__WHAT TO DO__
Within the listing below, how many lines contain the word "AgreementResult"? Answer with the number only.

__SUPPLIED ENTRIES__
"""Watching reportlab lay out a report: every table it sets and how full each page ends.

Used by the layout tests: the checks measure words with reportlab's font metrics
(``stringWidth``), independently of the widths ``calibrate.report.layout`` chose.
"""

from __future__ import annotations

from collections.abc import Callable
from dataclasses import dataclass, field

from reportlab.pdfbase.pdfmetrics import stringWidth
from reportlab.platypus import Paragraph, Table

from calibrate.report.styles import ReportDocument


@dataclass
class Layout:
    """What one build set: its tables (after layout) and, per page, the share of the frame filled."""

    tables: list = field(default_factory=list)
    page_fill: list[float] = field(default_factory=list)


def watch_build(build: Callable[[], bytes]) -> tuple[bytes, Layout]:
    """Run ``build`` (which makes one PDF) and record its tables and page fills."""
    seen = Layout()
    ids: set[int] = set()
    original_wrap = Table.wrap
    original_page_end = ReportDocument.handle_pageEnd

    def wrap(self, avail_width, avail_height):
        size = original_wrap(self, avail_width, avail_height)
        if id(self) not in ids:
            ids.add(id(self))
            seen.tables.append(self)
        return size

    def page_end(self):
        frame = self.frame
        top = frame._y1 + frame._height
        seen.page_fill.append((top - frame._y) / frame._height)
        return original_page_end(self)

    Table.wrap = wrap
    ReportDocument.handle_pageEnd = page_end
    try:
        pdf = build()
    finally:
        Table.wrap = original_wrap
        ReportDocument.handle_pageEnd = original_page_end
    return pdf, seen


def _paragraphs(cell) -> list[Paragraph]:
    """The paragraphs of a cell: reportlab keeps a cell's flowables as a tuple after layout."""
    if isinstance(cell, Paragraph):
        return [cell]
    if isinstance(cell, (list, tuple)):
        return [p for c in cell for p in _paragraphs(c)]
    return []


def _header(table) -> str:
    cells = table._cellvalues[0] if table._cellvalues else []
    return " | ".join(" ".join(p.getPlainText() for p in _paragraphs(c)) or str(c) for c in cells)


def split_words(table) -> list[str]:
    """Every word of ``table`` wider than the room its column leaves for text, as messages."""
    problems = []
    widths = table._colWidths
    for i, row in enumerate(table._cellvalues):
        for j, cell in enumerate(row):
            style = table._cellStyles[i][j]
            room = widths[j] - style.leftPadding - style.rightPadding
            for paragraph, word in ((p, w) for p in _paragraphs(cell) for w in p.getPlainText().split()):
                width = stringWidth(word, paragraph.style.fontName, paragraph.style.fontSize)
                if width > room + 0.01:
                    where = "header" if i == 0 else f"row {i}"
                    problems.append(f"'{word}' ({width:.1f} pt) is wider than its column ({room:.1f} pt "
                                    f"for text), {where}, column {j + 1}, in the table headed: {_header(table)}")
    return problems
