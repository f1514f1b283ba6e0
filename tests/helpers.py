"""Small builders for hand-made study folders used across tests."""

from __future__ import annotations

import subprocess
import sys
import textwrap
from pathlib import Path

import pandas as pd

BASE_SPEC = """\
[study]
name = "tiny"
data = "judgments.csv"
{extra_study}
[columns]
rater = "rater"
case = "case"
judgment = "score"
{extra_columns}
[judgment]
scale = "{scale}"
min = {jmin}
max = {jmax}
{extra_judgment}
[cues]
{cues}
{extra}
"""


def write_study(folder: Path, judgments: pd.DataFrame | str, *, cases: pd.DataFrame | None = None,
                cues: str = 'x1 = "numeric"\nx2 = "numeric"', scale: str = "ordinal", jmin=1, jmax=7,
                extra_study: str = "", extra_columns: str = "", extra_judgment: str = "",
                extra: str = "") -> Path:
    folder.mkdir(parents=True, exist_ok=True)
    if isinstance(judgments, str):
        (folder / "judgments.csv").write_text(textwrap.dedent(judgments), encoding="utf-8")
    else:
        judgments.to_csv(folder / "judgments.csv", index=False)
    if cases is not None:
        cases.to_csv(folder / "cases.csv", index=False)
        extra_study = extra_study + '\ncases = "cases.csv"'
    spec = BASE_SPEC.format(extra_study=extra_study, extra_columns=extra_columns, scale=scale,
                            jmin=jmin, jmax=jmax, extra_judgment=extra_judgment, cues=cues, extra=extra)
    path = folder / "study.toml"
    path.write_text(spec, encoding="utf-8")
    return path


def simple_judgments(n_raters: int = 3, n_cases: int = 12, seed: int = 1) -> pd.DataFrame:
    """Every rater judges every case once; cues x1, x2 repeated on each row (consistent)."""
    import numpy as np

    rng = np.random.default_rng(seed)
    x1 = rng.normal(size=n_cases).round(2)
    x2 = rng.normal(size=n_cases).round(2)
    rows = []
    for r in range(n_raters):
        for c in range(n_cases):
            score = int(np.clip(np.round(4 + x1[c] + 0.5 * x2[c] + rng.normal(0, 0.5)), 1, 7))
            rows.append({"rater": f"r{r + 1}", "case": f"c{c + 1}", "score": score,
                         "x1": x1[c], "x2": x2[c]})
    return pd.DataFrame(rows)


def printed_words(code: str) -> list[str]:
    """What a fresh Python process running ``code`` prints, split into words (for checks
    of what a path imports, which the test process itself has long since loaded)."""
    return subprocess.run([sys.executable, "-c", code], capture_output=True, text=True,
                          check=True).stdout.split()
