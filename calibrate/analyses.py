"""Run the analyses of a study: JudgmentTable in, :class:`AuditResult` out.

Pure: nothing is written here (see :mod:`calibrate.writing`), and nothing from the
reports or the CLI is imported.
"""

from __future__ import annotations

from dataclasses import dataclass, field
from pathlib import Path

import numpy as np
import pandas as pd

from . import __version__
from .agreement.files import FileView, file_view
from .agreement.icc import AgreementResult, panel_agreement
from .agreement.readers import GStudyResult, generalizability
from .agreement.offsets import SeverityResult, severity
from .agreement.with_panel import PeerAgreementSet, agreement_with_panel
from .consistency.reading_order import DriftResult, drift
from .consistency.repeats import RetestSet, consistency_verdict, retest
from .data.ingest import JudgmentTable, PhaseData, load_study
from .data.spec import StudySpec, spec_record
from .data.summary import DataSummary, summarize
from .lens.cutoffs import CutoffResult, cutoff_check
from .lens.model import LensResult, lens_model
from .lens.rubric import AlignmentResult, ExcludedResult, excluded_check, rubric_alignment
from .panel.grouping import GroupingResult, group_raters
from .panel.pairs import ConflictResult, HomogeneityResult, pairwise_conflict, policy_homogeneity
from .policy.fit import POLICIES_SCHEMA, PolicySet, captured_policies, fit_policies
from .result_base import jsonable

RESULTS_SCHEMA = "calibrate.results/1"


@dataclass(frozen=True)
class PhaseAnalyses:
    """The result objects of every analysis of one phase (for reports and notebooks)."""

    phase: str
    policies: PolicySet | None
    retest: RetestSet
    agreement: AgreementResult | None
    peer_agreement: PeerAgreementSet | None
    severity: SeverityResult | None
    gstudy: GStudyResult | None
    files: FileView | None
    lens: LensResult | None
    alignment: AlignmentResult | None
    excluded: ExcludedResult | None
    cutoffs: CutoffResult | None
    drift: DriftResult | None
    conflict: ConflictResult | None
    homogeneity: HomogeneityResult | None
    grouping: GroupingResult | None
    verdicts: dict = field(default_factory=dict)


@dataclass(frozen=True)
class AuditResult:
    """Everything one audit found. ``to_dict()`` is results.json."""

    study_name: str
    seed: int
    inputs: tuple[dict, ...]
    phases: tuple[str, ...]
    warnings: tuple[dict, ...]
    summary: DataSummary
    raters: tuple[dict, ...]
    panels: tuple[dict, ...]
    tables: dict[str, pd.DataFrame] = field(default_factory=dict, repr=False)
    policies: dict = field(default_factory=dict, repr=False)
    analyses: dict[str, PhaseAnalyses] = field(default_factory=dict, repr=False)
    judgment: dict = field(default_factory=dict)
    rubric: dict | None = None
    criterion_only_for_selected: bool = False
    provenance: dict = field(default_factory=dict)

    def to_dict(self) -> dict:
        return jsonable({
            "schema": RESULTS_SCHEMA,
            "tool_version": __version__,
            "seed": self.seed,
            "study": {"name": self.study_name,
                      "criterion_only_for_selected": self.criterion_only_for_selected},
            "judgment": self.judgment,
            "rubric": self.rubric,
            "inputs": list(self.inputs),
            "provenance": self.provenance,
            "phases": list(self.phases),
            "warnings": list(self.warnings),
            "data_summary": self.summary.to_dict(),
            "raters": list(self.raters),
            "panels": list(self.panels),
        })

    def rater_entry(self, rater: str, phase: str) -> dict:
        for entry in self.raters:
            if entry["rater"] == rater and entry["phase"] == phase:
                return entry
        raise KeyError((rater, phase))


# One stream of random numbers per analysis and phase, all derived from the study seed, so
# adding an analysis never changes the numbers of another.
_STREAMS = ("policy", "agreement", "gstudy", "lens", "cutoffs", "drift", "homogeneity", "grouping")


def _rng(seed: int, phase_index: int, name: str) -> np.random.Generator:
    return np.random.default_rng(np.random.SeedSequence(seed, spawn_key=(phase_index,
                                                                         _STREAMS.index(name))))


def _lookup(result, rater: str):
    """``result.for_rater(rater)`` or None when the analysis has nothing for that rater."""
    if result is None:
        return None
    try:
        return result.for_rater(rater)
    except KeyError:
        return None


def _warn_texts(phase: str | None, name: str, result) -> list[dict]:
    """The analysis' warnings as study warnings; a study without phases names none."""
    texts = getattr(result, "warnings", ()) if result is not None else ()
    where = f"{name} ({phase})" if phase is not None else name
    return [{"severity": "warning", "message": f"{where}: {t}", "file": None, "row": None,
             "column": None} for t in texts]


def analyse_phase(table: JudgmentTable, ph: PhaseData, phase_index: int, *, seed: int,
                  n_boot: int = 1000, progress=None) -> PhaseAnalyses:
    """Run every analysis of one phase."""
    spec = table.spec
    design = table.phase_design(ph)  # this phase's cases: fill values and lens environment per phase
    scale = spec.judgment
    kind, lo, hi = scale.kind, scale.min, scale.max
    fit_first = ph.first.loc[ph.first["rater"].isin(ph.fit_raters),
                             ["rater", "case", "judgment"]].reset_index(drop=True)
    complete = set(np.asarray(design.case_ids)[design.complete_rows()])
    fit_first = fit_first.loc[fit_first["case"].isin(complete)].reset_index(drop=True)
    first = ph.first[["rater", "case", "judgment"]]
    step = progress or (lambda name: None)

    step("policies")
    ordinal = kind == "ordinal"  # its ends give the curvature test a scale-aware null
    policies = (fit_policies(design, fit_first, scale=kind, scale_min=lo if ordinal else None,
                             scale_max=hi if ordinal else None, n_boot=n_boot,
                             rng=_rng(seed, phase_index, "policy")) if len(fit_first) else None)
    step("test-retest")
    retest_set = retest(ph.repeats, scale=kind, scale_min=lo, scale_max=hi)
    step("agreement")
    several = first["rater"].nunique() >= 2
    agreement = (panel_agreement(first, scale=kind, scale_min=lo, scale_max=hi,
                                 rng=_rng(seed, phase_index, "agreement")) if several else None)
    peers = agreement_with_panel(first) if several else None
    sev = severity(first, scale=kind, scale_min=lo, scale_max=hi) if several else None
    gstudy = (generalizability(first, cut_off=scale.cut_off, rng=_rng(seed, phase_index, "gstudy"))
              if several else None)
    files = file_view(first, sev, cut_off=scale.cut_off) if sev is not None else None
    lens = alignment = excluded = None
    if table.criterion is not None and len(fit_first):
        step("lens model")
        lens = lens_model(design, fit_first, table.criterion,
                          criterion_selected=spec.criterion_only_for_selected,
                          rubric=spec.rubric, n_boot=n_boot, rng=_rng(seed, phase_index, "lens"))
    if spec.rubric and len(fit_first):
        alignment = rubric_alignment(design, fit_first, spec.rubric, basis=spec.rubric_basis)
    if spec.excluded and len(fit_first):
        step("excluded attributes")
        excluded = excluded_check(design, fit_first, table.cases[list(spec.excluded)], scale=kind)
    step("cut-off rules")
    cutoffs = (cutoff_check(design, fit_first, rng=_rng(seed, phase_index, "cutoffs"), scale=kind,
                            scale_min=lo, scale_max=hi) if len(fit_first) else None)
    drift_result = None
    if spec.role("sequence") is not None and len(fit_first):
        step("drift")
        ordered = ph.ordered.loc[ph.ordered["rater"].isin(ph.fit_raters)
                                 & ph.ordered["case"].isin(complete)].reset_index(drop=True)
        drift_result = drift(design, ordered[["rater", "case", "judgment", "position"]],
                             rng=_rng(seed, phase_index, "drift"))
    n_fit = fit_first["rater"].nunique()
    conflict = homogeneity = grouping = None
    if n_fit >= 2:
        step("conflict and homogeneity")
        conflict = pairwise_conflict(design, fit_first)
        homogeneity = policy_homogeneity(design, fit_first, rng=_rng(seed, phase_index, "homogeneity"))
        step("groups")
        grouping = group_raters(design, fit_first, rng=_rng(seed, phase_index, "grouping"))
    verdicts = {}
    if policies is not None:
        for pol in policies.raters:
            rt = _lookup(retest_set, pol.rater)
            if rt is None or not np.isfinite(rt.r):
                continue
            verdicts[pol.rater] = consistency_verdict(pol.r, rt.r, r_tt_ci=(rt.r_ci_low, rt.r_ci_high),
                                                      r_s_ci=tuple(pol.r_ci))
    return PhaseAnalyses(phase=ph.label, policies=policies, retest=retest_set, agreement=agreement,
                         peer_agreement=peers,
                         severity=sev, gstudy=gstudy, files=files, lens=lens, alignment=alignment,
                         excluded=excluded, cutoffs=cutoffs, drift=drift_result, conflict=conflict,
                         homogeneity=homogeneity, grouping=grouping, verdicts=verdicts)
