"""Time group_raters at several panel sizes (not a test).

Run: python benchmarks/bench_grouping.py [--full]
Invented panels: three planted policies, each rater sees 70% of the cases.
``--full`` adds the large sizes and the full-size one-policy check (1,000 panels).
"""

from __future__ import annotations

import argparse
import time

import numpy as np
import pandas as pd

from calibrate.cues import CueRule, build_cue_design
from calibrate.grouping import group_raters


def panel(seed, n_raters, n_cases, n_cues, n_policies=3, noise=0.7, share_seen=0.7):
    rng = np.random.default_rng(seed)
    X = rng.normal(size=(n_cases, n_cues))
    cases = pd.DataFrame(X, columns=[f"cue{j}" for j in range(n_cues)],
                         index=[f"case{i:05d}" for i in range(n_cases)])
    design = build_cue_design(cases, [CueRule(c) for c in cases.columns])
    policies = rng.normal(size=(n_policies, n_cues))
    seen = rng.random((n_raters, n_cases)) < share_seen
    r_idx, c_idx = np.nonzero(seen)
    truth = np.arange(n_raters) % n_policies
    y = np.einsum("mp,mp->m", X[c_idx], policies[truth[r_idx]])
    y += rng.normal(0, noise, y.size) + rng.normal(0, 1, n_raters)[r_idx]
    first = pd.DataFrame({"rater": [f"rev{r:04d}" for r in r_idx],
                          "case": [design.case_ids[c] for c in c_idx], "judgment": y})
    return design, first, truth


def main():
    parser = argparse.ArgumentParser()
    parser.add_argument("--full", action="store_true")
    args = parser.parse_args()
    sizes = [(10, 60, 4), (30, 150, 6), (60, 300, 6)]
    if args.full:
        sizes += [(120, 400, 8), (250, 600, 8)]
    print(f"{'raters':>6} {'cases':>6} {'cues':>4} {'seconds':>8} {'groups':>6} "
          f"{'resamples':>9} {'ARI':>5}")
    for n_raters, n_cases, n_cues in sizes:
        design, first, truth = panel(1, n_raters, n_cases, n_cues)
        t0 = time.perf_counter()
        res = group_raters(design, first, rng=1)
        took = time.perf_counter() - t0
        print(f"{n_raters:>6} {n_cases:>6} {n_cues:>4} {took:>8.2f} {res.n_groups:>6} "
              f"{res.n_resamples:>9} {res.ari_estimate:>5.2f}")
    if args.full:
        one = 0
        t0 = time.perf_counter()
        for seed in range(1000):
            design, first, _ = panel(seed, 4 + seed % 12, 30 + seed % 60, 4, n_policies=1)
            one += group_raters(design, first, rng=seed, n_resamples=0).n_groups == 1
        print(f"one shared policy: one group in {one} of 1000 panels "
              f"({time.perf_counter() - t0:.1f} s)")


if __name__ == "__main__":
    main()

__OUTPUT BELOW__
2